Authors carefully prepared their rebuttal - trying to address the concerns you have raised. Please check the rebuttals and join the discussion about the paper.

Regards,

最终决定

Authors present a gradient-free federated learning approach in which knowledge of the client architecture nor the weights are not required by the server. The client and server networks are optimized differently. The main claim for the article is that this approach is more privacy preserving because the gradients and weights of clients remain at the client. However, representations and masks need to be transmitted to the server which may still cause some privacy issues.

The main concerns for the rebuttal were on experimental analysis and the privacy concerns. In the experimental analysis, more comparisons and clarifications were required. For the latter, transmitting representations and masks seem to violate the privacy concerns. In other words, the proposed technique also cannot guarantee full privacy of the data.
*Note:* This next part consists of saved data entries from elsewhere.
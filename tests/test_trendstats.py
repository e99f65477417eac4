"""The compiled trend kernel (euphotic.trendstats) against scipy on the same numbers.

Reference: scipy 1.17 ``scipy.stats.theilslopes`` (method "separate", the default) and
``scipy.stats.kendalltau`` (method "auto", tau-b, two-sided), called per series by
:func:`_scipy_trend_1d` below, which is the per-series function the comparison module used
before the kernel (kept here only as the reference). Tolerances: slope, intercept and the
confidence interval are the same order statistics of the same pairwise slopes (computed with
the same float operations), so they agree to rounding (rtol 1e-10 leaves room for nothing
else); tau is a ratio of the same integer counts (rtol 1e-10); p-values go through a
different implementation of the normal tail (libm erfc against scipy's ndtr) or the same
exact distribution summed in another order, hence rtol 1e-8.
"""

from __future__ import annotations

import math
import warnings

import dask.array as dsa
import numpy as np
import pytest
import xarray as xr
from scipy import stats

from euphotic import compare, trendstats
from euphotic.trendstats import TREND_STATS, trend_block

RTOL = {"slope": 1e-10, "intercept": 1e-10, "slope_low": 1e-10, "slope_high": 1e-10,
        "tau": 1e-10, "p_value": 1e-8}


def _scipy_trend_1d(y: np.ndarray, t: np.ndarray, years: np.ndarray,
                    confidence: float = 0.95) -> np.ndarray:
    """Theil-Sen and Kendall's tau of one series by scipy (NaNs skipped; NaN stats under 3
    values): the reference for the kernel."""
    out = np.full(len(TREND_STATS), np.nan)
    ok = np.isfinite(y)
    n = int(ok.sum())
    out[6] = n
    out[7] = len(np.unique(years[ok]))
    if n < 3:
        return out
    yy, tt = y[ok].astype(np.float64), t[ok]
    ts = stats.theilslopes(yy, tt, alpha=confidence)
    out[0:4] = ts.slope, ts.intercept, ts.low_slope, ts.high_slope
    with warnings.catch_warnings():
        warnings.simplefilter("ignore")  # a constant series: tau undefined, NaN
        kt = stats.kendalltau(tt, yy)
    out[4:6] = kt.statistic, kt.pvalue
    return out


def _assert_matches(got: np.ndarray, want: np.ndarray, what: str) -> None:
    for i, name in enumerate(TREND_STATS):
        g, w = got[..., i], want[..., i]
        if name in ("n", "n_years"):
            np.testing.assert_array_equal(g, w, err_msg=f"{what}: {name}")
        else:
            np.testing.assert_allclose(g, w, rtol=RTOL[name], atol=0, equal_nan=True,
                                       err_msg=f"{what}: {name}")


def _monthly(n_years: int) -> tuple[np.ndarray, np.ndarray]:
    k = np.arange(12 * n_years)
    return k // 12 + (k % 12 + 0.5) / 12, 2001 + k // 12


def _series(rng, n: int, kind: str) -> np.ndarray:
    t = np.arange(n) + 0.5
    y = rng.normal(size=n) + rng.uniform(-0.3, 0.3) * t
    if kind == "ties":
        y = np.round(y)  # integers: many ties in y
    elif kind == "gaps":
        y[rng.random(n) < 0.3] = np.nan
    elif kind == "ties_gaps":
        y = np.round(2 * y) / 2
        y[rng.random(n) < 0.2] = np.nan
    return y


@pytest.mark.parametrize("kind", ["plain", "ties", "gaps", "ties_gaps"])
@pytest.mark.parametrize("n", [3, 4, 7, 20, 32, 33, 34, 35, 60, 240])
def test_kernel_matches_scipy_on_seeded_series(n, kind):
    rng = np.random.default_rng(1000 * n + len(kind))
    t = np.arange(n) + 0.5
    years = 2001 + np.arange(n) // (12 if n >= 60 else 1)
    n_series = 4 if n == 240 else 25
    y = np.stack([_series(rng, n, kind) for _ in range(n_series)])
    want = np.stack([_scipy_trend_1d(row, t, years) for row in y])
    _assert_matches(trend_block(y, t, years), want, f"n={n} {kind}")


@pytest.mark.parametrize("n", [3, 20, 33, 34, 240])
def test_special_series_match_scipy(n):
    """Constant series (tau undefined: NaN), perfectly ordered series (the exact p-value's
    c = 0 branch beyond n = 33 as well), one swapped pair (c = 1), all missing, two values."""
    t = np.arange(n) + 0.5
    years = np.arange(n)
    up = 3.0 + 0.25 * t
    swapped = up.copy()
    swapped[[1, 2]] = swapped[[2, 1]]
    two = np.full(n, np.nan)
    two[[0, n - 1]] = 1.0, 5.0
    y = np.stack([np.full(n, 7.0), up, -up, swapped, np.full(n, np.nan), two])
    got = trend_block(y, t, years)
    want = np.stack([_scipy_trend_1d(row, t, years) for row in y])
    _assert_matches(got, want, f"special n={n}")
    assert np.isnan(got[0, 4]) and np.isnan(got[0, 5])  # constant: no tau
    assert got[0, 0] == 0.0  # ... but a zero slope
    assert got[1, 4] == 1.0 and got[2, 4] == -1.0
    assert np.isnan(got[4, :6]).all() and got[4, 6] == 0 and got[4, 7] == 0
    assert np.isnan(got[5, :6]).all() and got[5, 6] == 2 and got[5, 7] == 2


def test_exact_and_asymptotic_branches_are_both_used():
    """scipy 1.17 (``_stats_py.kendalltau``, method "auto") takes the exact distribution for
    untied series of up to 33 values and the normal approximation beyond: the kernel agrees
    on both sides of the switch, where the two differ visibly."""
    rng = np.random.default_rng(5)
    for n in (33, 34):
        t = np.arange(n) + 0.5
        y = rng.normal(size=n) + 0.03 * t
        got = trend_block(y[None], t, np.arange(n))[0]
        kt = stats.kendalltau(t, y)
        assert got[5] == pytest.approx(kt.pvalue, rel=1e-8)
        exact = stats.kendalltau(t, y, method="exact").pvalue
        asym = stats.kendalltau(t, y, method="asymptotic").pvalue
        assert got[5] == pytest.approx(exact if n <= 33 else asym, rel=1e-8)
        assert abs(exact - asym) > 1e-6 * asym  # the branches are distinguishable here


def test_exact_table_is_kendalls_distribution():
    """The exact two-sided p-values against scipy's own exact routine for every n <= 33 and
    every count of concordant pairs."""
    from scipy.stats._mstats_basic import _kendall_p_exact  # scipy 1.17 private function

    table = trendstats._exact_pvalues()
    for n in range(3, trendstats.EXACT_MAX_N + 1):
        tot = n * (n - 1) // 2
        want = np.array([_kendall_p_exact(n, c) for c in range(tot + 1)])
        np.testing.assert_allclose(table[n, : tot + 1], want, rtol=1e-12, err_msg=f"n={n}")
    # the Mahonian numbers of n = 4 (Kendall 1970, table of the permutation distribution;
    # OEIS A008302 row 4: 1 3 5 6 5 3 1), here cumulated
    assert trendstats._mahonian_cumulative(4) == [1, 4, 9, 15, 20, 23, 24]
    assert trendstats._mahonian_cumulative(4)[-1] == math.factorial(4)


@pytest.mark.parametrize("confidence", [0.95, 0.9, 0.05, 0.99])
def test_confidence_levels_match_scipy(confidence):
    rng = np.random.default_rng(11)
    t, years = _monthly(3)
    y = rng.normal(size=(10, t.size)) + 0.4 * t
    want = np.stack([_scipy_trend_1d(row, t, years, confidence) for row in y])
    _assert_matches(trend_block(y, t, years, confidence=confidence), want, f"{confidence}")


def test_ties_in_time_match_scipy():
    """Not a case the comparisons produce (their times are distinct), but the kernel follows
    scipy there too: pairs with equal t give no slope and count as ties of x."""
    rng = np.random.default_rng(2)
    t = np.repeat(np.arange(10.0), 3)
    years = t.astype(int)
    y = rng.normal(size=(20, t.size)) + 0.2 * t
    y[::3, 5] = np.nan
    want = np.stack([_scipy_trend_1d(row, t, years) for row in y])
    _assert_matches(trend_block(y, t, years), want, "ties in t")


def test_block_equals_the_per_series_loop():
    """One call on a (3, 4, 5, time) block gives what the kernel gives series by series."""
    rng = np.random.default_rng(8)
    t, years = _monthly(4)
    y = rng.normal(size=(3, 4, 5, t.size)) + 0.1 * t
    y[rng.random(y.shape) < 0.2] = np.nan
    y[0, 0, 0] = np.nan
    block = trend_block(y, t, years)
    assert block.shape == (3, 4, 5, len(TREND_STATS))
    for idx in np.ndindex(3, 4, 5):
        np.testing.assert_array_equal(block[idx], trend_block(y[idx], t, years))
        _assert_matches(block[idx], _scipy_trend_1d(y[idx], t, years), str(idx))


def test_block_float32_input_is_fitted_in_float64():
    rng = np.random.default_rng(9)
    t, years = _monthly(2)
    y32 = (100 + rng.normal(size=(6, t.size)) * 10).astype(np.float32)
    np.testing.assert_array_equal(trend_block(y32, t, years),
                                  trend_block(y32.astype(np.float64), t, years))


def test_block_rejects_mismatched_time():
    with pytest.raises(ValueError, match=r"t and years must have shape \(5,\)"):
        trend_block(np.zeros((2, 5)), np.arange(4.0), np.arange(4))


# ---------------------------------------------------------------------------------------------
# through euphotic.compare


def _maps(values: np.ndarray, chunks=None) -> xr.Dataset:
    n_time = values.shape[1]
    months = np.array([np.datetime64("2001-01") + i for i in range(n_time)], "datetime64[M]")
    first = months.astype("datetime64[D]").astype("datetime64[ns]")
    npp = xr.DataArray(values, dims=("model", "time", "lat", "lon"),
                       attrs={"units": "mg m-2 d-1"})
    if chunks is not None:
        npp = npp.chunk(chunks)
    return xr.Dataset(
        {"npp": npp},
        coords={"model": ["vgpm"] * values.shape[0] if values.shape[0] == 1 else
                [f"m{i}" for i in range(values.shape[0])],
                "time": ("time", first + np.timedelta64(14, "D")),
                "month": ("time", first),
                "lat": np.arange(values.shape[2]) - 10.0,
                "lon": np.arange(values.shape[3]) + 20.0},
    )


def test_trend_map_stays_lazy_and_matches_scipy_per_cell(no_compute):
    rng = np.random.default_rng(21)
    values = (200 + 30 * rng.normal(size=(2, 60, 6, 7))).astype(np.float32)
    values[:, :, 0, 0] = np.nan  # a land cell
    values[1, 5:17, 3, 3] = np.nan  # a cell missing a year
    values += (4.0 * np.arange(60) / 12).astype(np.float32)[None, :, None, None]
    maps = _maps(values, chunks={"model": 1, "time": 1, "lat": 3, "lon": 4})
    with no_compute:
        out = compare.trend_map(maps, annual=True)
        monthly = compare.trend_map(maps, deseasonalise=False)
    assert out["slope"].chunks is not None and out["n"].chunks is not None
    out, monthly = out.compute(), monthly.compute()
    assert out["slope"].dims == ("model", "lat", "lon")
    t_ann = np.arange(5) + 0.5
    t_mon, yrs_mon = _monthly(5)
    for m, i, j in [(0, 0, 0), (0, 2, 5), (1, 3, 3), (1, 5, 6)]:
        cell = values[m, :, i, j].astype(np.float64)
        ann = cell.reshape(5, 12)
        full = np.isfinite(ann).sum(axis=1) == 12
        ann = np.array([r.mean() if f else np.nan for r, f in zip(ann, full, strict=True)])
        want = _scipy_trend_1d(ann, t_ann, 2001 + np.arange(5))
        got = np.array([out[k].isel(model=m, lat=i, lon=j).item() for k in TREND_STATS])
        _assert_matches(got, want, f"annual cell {(m, i, j)}")
        want = _scipy_trend_1d(cell, t_mon, yrs_mon)
        got = np.array([monthly[k].isel(model=m, lat=i, lon=j).item() for k in TREND_STATS])
        _assert_matches(got, want, f"monthly cell {(m, i, j)}")
    # months 6/2001-5/2002 missing: both years incomplete, left out of the annual fit
    assert out["n"].isel(model=1, lat=3, lon=3).item() == 3
    assert out["n_years"].isel(model=0, lat=0, lon=0).item() == 0


def test_numpy_and_dask_inputs_give_the_same_trend_map():
    rng = np.random.default_rng(4)
    values = (100 + 10 * rng.normal(size=(1, 36, 4, 5))).astype(np.float32)
    eager = compare.trend_map(_maps(values), deseasonalise=True)
    lazy = compare.trend_map(_maps(values, chunks={"time": 1, "lat": 2, "lon": 5}),
                             deseasonalise=True).compute()
    xr.testing.assert_identical(eager.drop_attrs(), lazy.drop_attrs())


def test_time_contiguous_blocks_are_split_not_merged():
    arr = xr.DataArray(dsa.zeros((1, 240, 540, 1080), chunks=(1, 1, 540, 1080)),
                       dims=("model", "time", "lat", "lon"))
    out = compare._time_contiguous(arr, "time")
    assert out.chunks[1] == (240,)
    block = 8 * 240 * max(out.chunks[2]) * max(out.chunks[3])
    assert block <= compare.TREND_BLOCK_BYTES
    # every new chunk lies inside one old chunk (boundaries only added)
    assert 540 in np.cumsum(out.chunks[2]) and 1080 in np.cumsum(out.chunks[3])
    # 20 years of 270 x 540 blocks: 22 MiB of float64, left as they are
    small = xr.DataArray(dsa.zeros((1, 20, 270, 540), chunks=(1, 1, 270, 540)),
                         dims=("model", "time", "lat", "lon"))
    assert compare._time_contiguous(small, "time").chunks[2:] == ((270,), (540,))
During the rebuttal authors successfully answered questions on experimental analysis. Questions on the privacy concerns remained open to the best of my understanding. Among four reviewers, three of them suggested to accept the article, two with BA and one with A. Only one reviewer suggested BR. However, I believe concerns this reviewer raised were addressed to some extent during the rebuttal. Unfortunately, the reviewer did not revise their score.

Given the positive reviews, acknowledged technical novelty, successful rebuttal and the final ratings, I believe this article would be a good contribution to the conference.